Geographie electorale du Front populaire en France

Geographie electorale du Front populaire en France

Géographie électorale du Front populaire en France

Quand on évoque le Front populaire, on pense la plupart du temps aux acquis sociaux de l’été 1936 (semaine de 40 heures, les nationalisations, les congés payés, etc.), aux actions du Cabinet Blum, plutôt qu’aux faits qui l’ont porté au pouvoir.

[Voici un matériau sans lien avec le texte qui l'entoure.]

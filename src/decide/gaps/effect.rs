//! What an input would change: the point weighed again at the ends of its range and in the
//! middle, all else as it is.

use crate::demand::{Gap, GapKind, Instead, Scenario};
use crate::judge::Verdict;
use crate::weighing::{Candidate, Scales, Weighed};

/// What an input over its range does to one oil, to the oil in use and to the choice.
#[derive(Clone, Debug, Default, PartialEq)]
pub struct Effect {
    /// Least and greatest of its smallest margin, VG steps; none where no margin is known.
    pub margin: Option<(f64, f64)>,
    /// Its verdicts, each once, best first; none stands for barred.
    pub verdicts: Vec<Option<Verdict>>,
    /// The verdicts of the oil in use, each once, best first; empty where it is the same oil or
    /// is not weighed.
    pub in_use: Vec<Option<Verdict>>,
    /// The oils proposed, each once; none where none is.
    pub proposed: Vec<Option<usize>>,
    /// The values tried, base units, with the oil proposed at each.
    pub at: Vec<(f64, Option<usize>)>,
}

/// The smallest margin of viscosity of an oil, VG steps.
pub fn smallest(c: &Candidate) -> Option<f64> {
    let j = &c.judgement;
    [j.hot, j.cold]
        .into_iter()
        .flatten()
        .map(|m| m.value)
        .min_by(f64::total_cmp)
}

impl Effect {
    pub(super) fn take(&mut self, w: &Weighed<'_>, oil: usize, now: Option<usize>, at: f64) {
        let found = w.candidate(oil);
        if let Some(m) = found.and_then(smallest) {
            let (lo, hi) = self.margin.unwrap_or((m, m));
            self.margin = Some((lo.min(m), hi.max(m)));
        }
        note(&mut self.verdicts, found.map(|c| c.judgement.verdict));
        if let Some(now) = now.filter(|n| *n != oil) {
            let verdict = w.candidate(now).map(|c| c.judgement.verdict);
            note(&mut self.in_use, verdict);
        }
        let proposed = w.proposed().map(|c| c.oil);
        if !self.proposed.contains(&proposed) {
            self.proposed.push(proposed);
        }
        self.at.push((at, proposed));
    }

    /// Whether it picks another oil.
    pub fn picks(&self) -> bool {
        self.proposed.len() > 1
    }

    /// Whether it picks another word, of the oil itself or of the oil in use.
    pub fn turns(&self) -> bool {
        self.verdicts.len() > 1 || self.in_use.len() > 1
    }

    /// How far it moves the margin, VG steps.
    pub fn moves(&self) -> f64 {
        self.margin.map_or(0.0, |(lo, hi)| hi - lo)
    }
}

fn note(all: &mut Vec<Option<Verdict>>, verdict: Option<Verdict>) {
    if !all.contains(&verdict) {
        all.push(verdict);
        // a barred oil has no verdict and comes last
        all.sort_by_key(|v| (v.is_none(), *v));
    }
}

/// Verdicts in words: `holds or tight`.
pub fn words(verdicts: &[Option<Verdict>]) -> String {
    let words: Vec<&str> = verdicts
        .iter()
        .map(|v| v.map_or("barred", Verdict::word))
        .collect();
    words.join(" or ")
}

/// A scenario with one share or one value fixed.
type Fix = Box<dyn Fn(&Scenario) -> Scenario>;

/// The values tried for a gap, each with what it does to a setting.
fn fixes(gap: &Gap, axis: Option<usize>) -> Vec<(f64, Fix)> {
    match (&gap.kind, axis) {
        (GapKind::Range(lo, hi), Some(axis)) => [0.0, 0.5, 1.0]
            .into_iter()
            .map(|share| {
                let fix: Fix = Box::new(move |s: &Scenario| {
                    let mut next = s.clone();
                    if let Some(own) = next.shares.get_mut(axis) {
                        *own = share;
                    }
                    next
                });
                (lo.base + (hi.base - lo.base) * share, fix)
            })
            .collect(),
        (GapKind::Assumed { lo, hi, .. }, _) => {
            let (lo, hi) = (lo.base, hi.base);
            [lo, f64::midpoint(lo, hi), hi]
                .into_iter()
                .map(|base| {
                    let instead = Instead {
                        key: gap.key.clone(),
                        about: gap.about.clone(),
                        base,
                    };
                    let fix: Fix = Box::new(move |s: &Scenario| {
                        let mut next = s.clone();
                        next.instead.push(instead.clone());
                        next
                    });
                    (base, fix)
                })
                .collect()
        }
        _ => Vec::new(),
    }
}

/// What a gap with a range would do to an oil; none where it has no range.
pub fn effect<'a>(scales: &Scales<'a>, w: &Weighed<'a>, gap: &Gap, oil: usize) -> Option<Effect> {
    let axes = &w.demands.middle.axes;
    let axis = axes
        .iter()
        .position(|a| a.key == gap.key && a.about == gap.about);
    let now = w.in_use().map(|c| c.oil);
    let mut effect = Effect::default();
    for (at, fix) in fixes(gap, axis) {
        let closed = scales.weigh_closed(w.point, &w.demands, fix);
        effect.take(&closed, oil, now, at);
    }
    (!effect.at.is_empty()).then_some(effect)
}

On connaît tous plus ou moins les actions du Front populaire (les réformes dans tous les domaines, social, culturel, économique), les grèves de mai-juin 1936. Mais on connaît moins cependant les circonstances qui ont amené au pouvoir pareil gouvernement, et donc de fait les circonstances qui ont permis ces avancées dans beaucoup de domaines, avancées qui semblaient bien improbables deux ans à peine auparavant, alors que la France était en proie à la crise politique et à l’instabilité.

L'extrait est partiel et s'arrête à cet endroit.